Cuando se reunió de nuevo conmigo en la playa repuesto ya por completo, 
dejó por un momento su artificiosa reserva británica y brotó su cálida 
naturaleza meridional, apabullándome con sus impetuosas muestras de afecto 
—exclamaba apasionadamente con la clásica exageración italiana, que en lo 
sucesivo su vida estaría a mi disposición— y afirmando que jamás volvería a 
ser feliz hasta encontrar la oportunidad de probar su gratitud rindiéndome un 
servicio tal que yo debiese recordar hasta el fin de mis días. 
Hice cuanto pude para detener aquel torrente de lágrimas y 
manifestaciones de afecto, insistiendo en tratar aquel episodio 
humorísticamente; al final, como imaginaba, el sentimiento de obligación que 
sentía Pesca hacia mí fue atenuándose. ¡Poco pensaba yo entonces, —como 
tampoco lo pensé cuando acabaron nuestras alegres vacaciones— que la 
oportunidad de brindarme un servicio que tan ardientemente ansiaba mi 
agradecido amigo iba a llegar muy pronto, que él la aceptaría al momento y 
que con ello alteraría el curso de mi vida, cambiándome de tal modo que casi 
no era capaz de reconocerme a mí mismo tal como había sido en el pasado! 
Y así sucedió; si yo no hubiese arrancado al profesor de su lecho de rocas 
en el fondo del mar, en ningún caso hubiera tenido relación con la historia que 
se relatará en estas páginas, ni jamás, probablemente, hubiera oído pronunciar 
el nombre de la mujer que ha vivido constantemente en mi imaginación, que 
se ha adueñado de toda mi persona y que con su influencia dirige hoy mi vida. 

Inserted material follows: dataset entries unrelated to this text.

package gainsay

import (
	"cmp"
	"math"
	"slices"
	"strings"
	"unicode"

	"github.com/gainsay/gainsay/internal/textpos"
	"github.com/gainsay/gainsay/nli"
)

// Measure is how a span's weight is reported.
type Measure string

const (
	// OddsShare reports the share of the pair's contradiction odds that goes when the word is left
	// out: 1 - odds(without) / odds(with), odds(p) = p / (1 - p), in [0, 1]. It does not vanish on a
	// confident model: against "My boat is made of wood", "My boat is made of steel" scores 0.9994 and
	// 0.9946 without "steel", a drop of 0.005 in probability but 0.89 of the odds, so a loss weighted
	// by it still pushes. Default.
	OddsShare Measure = "odds"
	// ProbDrop reports the drop in contradiction probability without the word.
	ProbDrop Measure = "prob"
)

// SpanRule says which attributed words become penalty spans and what they weigh.
//
// Words are chosen, and ranked, by the drop in contradiction probability without them: a word
// whose drop is at least MinWeight and at least Relative times the strongest word's. On a confident
// model the culprit's drop stands far above the rest in probability, while in odds every word of a
// saturated pair moves a share, so probability is the better chooser (measured: scripts/train/
// span_rules.sh, see the model card); the chosen span's weight is then reported as Measure says.
type SpanRule struct {
	MinWeight float64 // least probability drop
	Relative  float64 // least share of the strongest word's drop
	Measure   Measure // the reported weight ("": OddsShare)
	// Phrases also leaves out every two adjacent words together; a word then weighs at least its
	// Shapley value in that pair, (v(word) + v(pair) - v(other word)) / 2, so that two words that
	// carry a contradiction together, either of which suffices, are both found.
	Phrases bool
	// FunctionWords lets pronouns, articles, auxiliaries, prepositions and conjunctions be spans.
	// By default they are not: an unlikelihood loss over "I" or "my" teaches a generator to stop
	// saying "I". Negations and quantifiers (not, never, no, only, all, ...) are never function words;
	// punctuation is never a span.
	FunctionWords bool
}

// DefaultSpanRule chooses words that carry at least half of the strongest word's drop in probability
// and move it measurably (0.001), with phrases and without function words, and reports their share of
// the odds.
func DefaultSpanRule() SpanRule {
	return SpanRule{MinWeight: 0.001, Relative: 0.5, Measure: OddsShare, Phrases: true}
}

// Culprits marks the words the rule keeps, given every word's probability drop (Drops).
func (r SpanRule) Culprits(drops []float64) []bool {
	top := 0.0
	for _, w := range drops {
		top = max(top, w)
	}
	out := make([]bool, len(drops))
	if top == 0 || top < r.MinWeight {
		return out
	}
	for i, w := range drops {
		out[i] = w >= r.MinWeight && w >= r.Relative*top
	}
	return out
}

// Drops are an attribution's words' drops in contradiction probability under the rule (phrases,
// function words and punctuation at 0): what the rule chooses and ranks by. hypothesis is the text
// the attribution's offsets refer to.
func (r SpanRule) Drops(hypothesis string, a nli.Attribution) []float64 {
	return r.effects(hypothesis, a, func(without float64) float64 { return max(0, a.Contradiction-without) })
}

// WordWeights are the words' weights as the rule reports them (Measure), under the same phrase,
// function-word and punctuation rules as Drops.
func (r SpanRule) WordWeights(hypothesis string, a nli.Attribution) []float64 {
	if r.Measure == ProbDrop {
		return r.Drops(hypothesis, a)
	}
	return r.effects(hypothesis, a, func(without float64) float64 { return max(0, 1-odds(without)/odds(a.Contradiction)) })
}

func (r SpanRule) effects(hypothesis string, a nli.Attribution, effect func(without float64) float64) []float64 {
	out := make([]float64, len(a.Words))
	for i, w := range a.Words {
		out[i] = effect(w.Without)
	}
	if r.Phrases {
		single := slices.Clone(out)
		for _, p := range a.Phrases {
			pair := effect(p.Without)
			i, j := p.First, p.First+1
			out[i] = max(out[i], (single[i]+pair-single[j])/2)
			out[j] = max(out[j], (single[j]+pair-single[i])/2)
		}
	}
	for i, w := range a.Words {
		// Punctuation is never to blame; function words only when the rule allows them.
		if s := hypothesis[w.Start:w.End]; textpos.OnlyPunct(s) || (!r.FunctionWords && IsFunctionWord(s)) {
			out[i] = 0
		}
	}
	return out
}

// odds of a probability, kept finite.
func odds(p float64) float64 {
	p = math.Min(math.Max(p, 1e-12), 1-1e-12)
	return p / (1 - p)
}

// isFunctionWord: English closed-class words that carry no contradiction on their own: pronouns,
// articles and determiners, auxiliaries and copulas, common prepositions and conjunctions, and their
// contractions. Negations and quantifiers are deliberately absent. A list of our own, in the spirit
// of common stop-word lists (common practice in information retrieval).
func isFunctionWord(w string) bool {
	switch w {
	case
		"i", "me", "my", "mine", "myself", "we", "us", "our", "ours", "ourselves", "you", "your",
		"yours", "yourself", "yourselves", "he", "him", "his", "himself", "she", "her", "hers",
		"herself", "it", "its", "itself", "they", "them", "their", "theirs", "themselves", "one", "ones",
		"a", "an", "the", "this", "that", "these", "those", "am", "is", "are", "was", "were", "be",
		"been", "being", "have", "has", "had", "having", "do", "does", "did", "doing", "will", "would",
		"shall", "should", "can", "could", "may", "might", "must", "i'm", "i've", "i'd", "i'll",
		"you're", "you've", "you'd", "you'll", "he's", "she's", "it's", "we're", "we've", "we'd",
		"we'll", "they're", "they've", "they'd", "they'll", "that's", "there's", "here's", "what's",
		"let's", "in", "on", "at", "of", "to", "for", "with", "by", "from", "into", "onto", "about",
		"over", "under", "as", "than", "up", "out", "off", "down", "and", "or", "but", "so", "if",
		"then", "because", "while", "also", "just", "too", "very", "really", "there", "here", "who",
		"whom", "whose", "which", "what", "when", "where", "how":
		return true
	}
	return false
}

// IsFunctionWord reports whether a word (any case, surrounding punctuation ignored, curly
// apostrophes read as straight ones) is one of gainsay's English function words.
func IsFunctionWord(w string) bool {
	w = strings.TrimFunc(strings.ToLower(w), func(r rune) bool { return unicode.IsPunct(r) && r != '\'' && r != '’' })
	w = strings.ReplaceAll(w, "’", "'")
	return isFunctionWord(w)
}

// spans turns one attributed sentence (offsets relative to the sentence at byte offset base of text)
// into merged penalty spans over text, heaviest first.
func (r SpanRule) spans(text string, idx textpos.Index, base int, a nli.Attribution) []Span {
	sentence := text[base:]
	weights := r.WordWeights(sentence, a)
	culprits := r.Culprits(r.Drops(sentence, a))
	var spans []Span
	open := false
	for i, w := range a.Words {
		if !culprits[i] {
			open = false
			continue
		}
		s, e := base+w.Start, base+w.End
		if open {
			last := &spans[len(spans)-1]
			last.ByteEnd = e
			last.Weight = max(last.Weight, Prob(weights[i]))
			continue
		}
		spans = append(spans, Span{ByteStart: s, ByteEnd: e, Weight: Prob(weights[i])})
		open = true
	}
	for i := range spans {
		sp := &spans[i]
		sp.Start, sp.End = idx.Runes(sp.ByteStart), idx.Runes(sp.ByteEnd)
		sp.Text = text[sp.ByteStart:sp.ByteEnd]
	}
	slices.SortStableFunc(spans, func(a, b Span) int {
		return cmp.Or(cmp.Compare(b.Weight, a.Weight), cmp.Compare(a.Start, b.Start))
	})
	return spans
}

La cara y la actitud de Pesca, la noche en que nos encontramos ante la 
verja de mi madre, fueron más que suficientes para hacerme saber que algo 
extraordinario había sucedido. Sin embargo fue completamente inútil pedirle 
una pronta explicación. Lo único que saqué en limpio, mientras me conducía 
hacia el interior con ambas manos, era que, conociendo mis costumbres, había 
venido aquella noche a casa seguro de encontrarme y que tenía que 
comunicarme noticias de muy agradable naturaleza. 
Nos dirigimos al salón de una manera bastante poco correcta y precipitada. 
Mi madre estaba sentada junto a la ventana abierta, riendo y abanicándose. 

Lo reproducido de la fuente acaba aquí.